PNG can be a pretty scary place at times. It has a terrible reputation internationally, particularly in Australia which is close enough for the newspapers to carry articles about the constant local tribal wars. Probably the best vignette to sum up the reality, however, happens about twenty times a day: you will be walking in the street when up comes a large Melanesian man, scruffily dressed, pretty dirty, bearded, deeply aggressive looking and with dark red betel-stained teeth. Oh, and he’s carrying a two foot machete. He stops and looks at you. You smile as confidently as you can muster, say a cheery good afternoon and cross your fingers. He pauses, then breaks out into a huge grin, introduces himself as something deeply biblical (like Isaac or Joshua) and is instantly your best friend. It’s bizarre, slightly unnerving yet rather wonderful.
The tribal wars which make the newspapers are typically fairly ritualized affairs fought, say, on the local football pitch – in the days before guns, they used to attract spectators. Although collateral damage regularly involves the burning down of villages, it is pretty rare for an outsider to be caught up in them. Compensation for wartime killings is typically made in pigs and the systems of payment are relatively sophisticated: we recently saw a long line of stakes by the side of a road stretching towards a distant marker – each stake signifies a pig, and both sides visit the site at differing times, adding and removing stakes and moving the marker back and forth. Once the stakes reach the marker the negotiation is complete, the pigs are paid and everyone is friends again. And at no point does anybody call the police – again, either great or terrible, depending on how you look at it.
The other issue which surprised us rather was the cost of everything. Or rather, the value of everything. We don’t mind slumming it, and we don’t mind paying up for quality. What really gets our goat is overpaying for crap. There are virtually no mid-range hotels, and very few backpacker joints that you would want to trust your backpack to. Mining companies fill up the few hotels inflating prices – you can easily pay US$100+ for a hotel room that would cost you about $40 in the US, if anybody were prepared to stay there. Two chicken drum sticks and half a plate of oven chips will set you back $22. Internal flights (which you need to get anywhere at all, as there are few roads) can be US$700 each, one way. We spent many thousands of dollars in our three weeks here, and were by no means rushing around.

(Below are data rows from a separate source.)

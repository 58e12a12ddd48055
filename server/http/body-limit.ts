import type { Request, RequestHandler, Response } from 'express';

/** Forms and JSON: far above the longest note, far below what fills a disk. */
export const FORM_BYTES = 1024 * 1024;

/** What is still read of a body nobody wants, so that the sender gets to see the answer. */
const DRAIN_BYTES = 80 * 1024 * 1024;

function drain(request: Request): void {
  let left = DRAIN_BYTES;
  // Whoever was reading for the route would pause the stream at its next piece.
  request.removeAllListeners('data');
  request.on('data', (chunk: Buffer) => {
    left -= chunk.length;
    if (left < 0) request.destroy();
  });
  request.resume();
}

function refuse(request: Request, response: Response, status: number, sentence: string): void {
  const code = status === 413 ? 'too-large' : 'length-required';
  response.status(status).json({ code, sentence });
  drain(request);
}

/**
 * Refuses bodies of unknown length (411) and, where `limitOf` gives a limit in bytes, longer ones
 * (413). Node itself never hands on more than Content-Length says. A body that a route leaves
 * unread is read to its end after the answer, because a browser reports a cut connection instead.
 */
export function bodyLimit(limitOf: (request: Request) => number | null): RequestHandler {
  return (request, response, next) => {
    if (request.get('Transfer-Encoding') !== undefined) {
      refuse(request, response, 411, 'This was sent without its length. Send it as a whole.');
      return;
    }
    const limit = limitOf(request);
    if (limit !== null && Number(request.get('Content-Length') ?? 0) > limit) {
      refuse(
        request,
        response,
        413,
        'This is more than the form takes. Shorten it and send it again.',
      );
      return;
    }
    response.on('finish', () => {
      if (!request.readableEnded && !request.destroyed) drain(request);
    });
    next();
  };
}
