import { DataTypes, Model, type InferAttributes, type InferCreationAttributes } from 'sequelize';
import type { CreationOptional, Sequelize } from 'sequelize';

/** One repair of one instrument. */
export class Case extends Model<InferAttributes<Case>, InferCreationAttributes<Case>> {
  declare id: string;
  declare year: number;
  declare ordinal: number;
  /** The 16 random bytes by which the witness log knows the case; never all zeros. */
  declare record: Buffer;
  /** The random code on the printed tag. */
  declare tagCode: string;
  declare instrumentId: string;
  declare technicianId: CreationOptional<string | null>;
  declare takenInBy: string;
  declare takenInAt: Date;
  declare complaint: string;
  declare job: string;
  declare accessories: CreationOptional<string>;
  declare consentPhotos: boolean;
  declare consentPublish: CreationOptional<'number' | 'work'>;
  /** A calendar day, "2026-04-24". */
  declare promisedOn: CreationOptional<string | null>;
  declare nextStep: CreationOptional<string | null>;
  declare place: CreationOptional<string | null>;
  declare onHold: CreationOptional<string | null>;
  declare lastPhoto: CreationOptional<number>;
  declare closedAt: CreationOptional<Date | null>;
  declare ownerToldAt: CreationOptional<Date | null>;
  declare handedBackAt: CreationOptional<Date | null>;
  /** Counts changes; a string of digits. */
  declare version: CreationOptional<string>;

  static register(sequelize: Sequelize): void {
    Case.init(
      {
        id: { type: DataTypes.UUID, primaryKey: true },
        year: { type: DataTypes.SMALLINT.UNSIGNED, allowNull: false },
        ordinal: { type: DataTypes.INTEGER.UNSIGNED, allowNull: false },
        record: { type: DataTypes.BLOB, allowNull: false },
        tagCode: { type: DataTypes.CHAR(16), allowNull: false },
        instrumentId: { type: DataTypes.UUID, allowNull: false },
        technicianId: { type: DataTypes.UUID, allowNull: true },
        takenInBy: { type: DataTypes.UUID, allowNull: false },
        takenInAt: { type: DataTypes.DATE(3), allowNull: false },
        complaint: { type: DataTypes.TEXT, allowNull: false },
        job: { type: DataTypes.STRING(160), allowNull: false },
        accessories: { type: DataTypes.STRING(400), defaultValue: '' },
        consentPhotos: { type: DataTypes.BOOLEAN, allowNull: false },
        consentPublish: { type: DataTypes.ENUM('number', 'work'), defaultValue: 'number' },
        promisedOn: { type: DataTypes.DATEONLY, allowNull: true },
        nextStep: { type: DataTypes.STRING(160), allowNull: true },
        place: { type: DataTypes.STRING(80), allowNull: true },
        onHold: { type: DataTypes.STRING(240), allowNull: true },
        lastPhoto: { type: DataTypes.INTEGER.UNSIGNED, defaultValue: 0 },
        closedAt: { type: DataTypes.DATE(3), allowNull: true },
        ownerToldAt: { type: DataTypes.DATE(3), allowNull: true },
        handedBackAt: { type: DataTypes.DATE(3), allowNull: true },
        version: { type: DataTypes.BIGINT.UNSIGNED, defaultValue: '0' },
      },
      { sequelize, tableName: 'cases' },
    );
  }
}
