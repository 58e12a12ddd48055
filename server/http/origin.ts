import type { RequestHandler } from 'express';

const SAFE = new Set(['GET', 'HEAD', 'OPTIONS']);

/**
 * Refuses every change that a page of another site asks for, on resource routes too: browsers send
 * Origin with each of them. `origin` is the address people open, without a slash.
 */
export function ownOrigin(origin: string): RequestHandler {
  const sentence = `This was sent from a page of another address. Open ${origin} and do it there.`;
  const { host } = new URL(origin);
  return (request, response, next) => {
    if (SAFE.has(request.method)) {
      next();
      return;
    }
    if (request.get('Origin') !== origin) {
      response.status(403).json({ code: 'other-origin', sentence });
      return;
    }
    // The router compares Origin with Host once more; a proxy may have put its own name there.
    request.headers.host = host;
    next();
  };
}
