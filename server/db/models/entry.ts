import { DataTypes, Model, type InferAttributes, type InferCreationAttributes } from 'sequelize';
import type { CreationOptional, Sequelize } from 'sequelize';
import type { Phase, Visibility } from '#domain/entry-draft.ts';

/** A dated record in a case. Its words are in `draft` until sealing, then in the sealed part alone. */
export class Entry extends Model<InferAttributes<Entry>, InferCreationAttributes<Entry>> {
  declare id: string;
  declare caseId: string;
  declare kind: string;
  declare phase: Phase;
  declare visibility: Visibility;
  declare amendsId: CreationOptional<string | null>;
  /** JSON text of an EntryDraft. */
  declare draft: string | null;
  declare occurredAt: CreationOptional<Date | null>;
  declare writtenBy: string | null;
  declare writtenAt: Date;
  declare editedAt: Date;
  declare leafIndex: CreationOptional<string | null>;
  declare sealedAt: CreationOptional<Date | null>;
  declare sealedBy: CreationOptional<string | null>;

  static register(sequelize: Sequelize): void {
    Entry.init(
      {
        id: { type: DataTypes.UUID, primaryKey: true },
        caseId: { type: DataTypes.UUID, allowNull: false },
        kind: { type: DataTypes.STRING(20), allowNull: false },
        phase: { type: DataTypes.ENUM('before', 'during', 'after'), allowNull: false },
        visibility: { type: DataTypes.ENUM('shared', 'bench'), allowNull: false },
        amendsId: { type: DataTypes.UUID, allowNull: true },
        draft: { type: DataTypes.TEXT('medium'), allowNull: true },
        occurredAt: { type: DataTypes.DATE(3), allowNull: true },
        writtenBy: { type: DataTypes.UUID, allowNull: true },
        writtenAt: { type: DataTypes.DATE(3), allowNull: false },
        editedAt: { type: DataTypes.DATE(3), allowNull: false },
        leafIndex: { type: DataTypes.BIGINT.UNSIGNED, allowNull: true },
        sealedAt: { type: DataTypes.DATE(3), allowNull: true },
        sealedBy: { type: DataTypes.UUID, allowNull: true },
      },
      { sequelize, tableName: 'entries' },
    );
  }
}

PNG has been utterly blessed with an extraordinary fertile climate – everything grows everywhere and seemingly everybody has a garden producing an excess of coconuts, bananas, sweet potatoes, passion fruit, papayas etc.. Fish jump out of the rivers for lack of room. Jungle runs rampage on uncultivated land, fence posts sprout leaves – it’s incredible. So why do they charge tourists the earth for crappy imported noodles, crappy imported tuna, crappy imported peanut butter and (actually quite nice) imported jam? The roads are typically third world country bad, but don’t reach into the interior from the capital. Everything has to be flown in or shipped the long way round, and this boosts the prices yet further.
There is an argument that there is no need for enterprise, given the incredible fertility and the resulting ease with which subsistence affluence can be attained. There is another argument that the “wantok” system that allows one’s kinsmen to share in one’s good fortune not only provides an effective social security net, but also discourages individuals from working hard as they are not allowed to keep the gains. Post colonial hangovers of an unsuitable Westminster-style parliamentary democracy and (perhaps?) a post-colonial inferiority complex can’t help.
Yes, everybody is extremely friendly (while warning you to watch your back), but a smile doesn’t really soften the blow of (for example) a $400 one-way three hour minibus transfer or (and I think this was an accident, and I certainly didn’t pay it) $60 for four bowls of thin vegetable soup.
Apologies for the rant. This was written just after our hotel (for which we paid US$ 900 for three nights, during which we ate bread, jam and bananas two meals a day) just “forgot” about our agreed transfer to the airport, and eventually got us there ten minutes before the flight was due to take off. The upsides in PNG are amazing, however, and make the whole thing worthwhile (for example, the check in people at the airport were extremely helpful, waved us through, and put our backpacks on the plane themselves). You’ll just have to look at some of the other posts to describe the good times we have had here!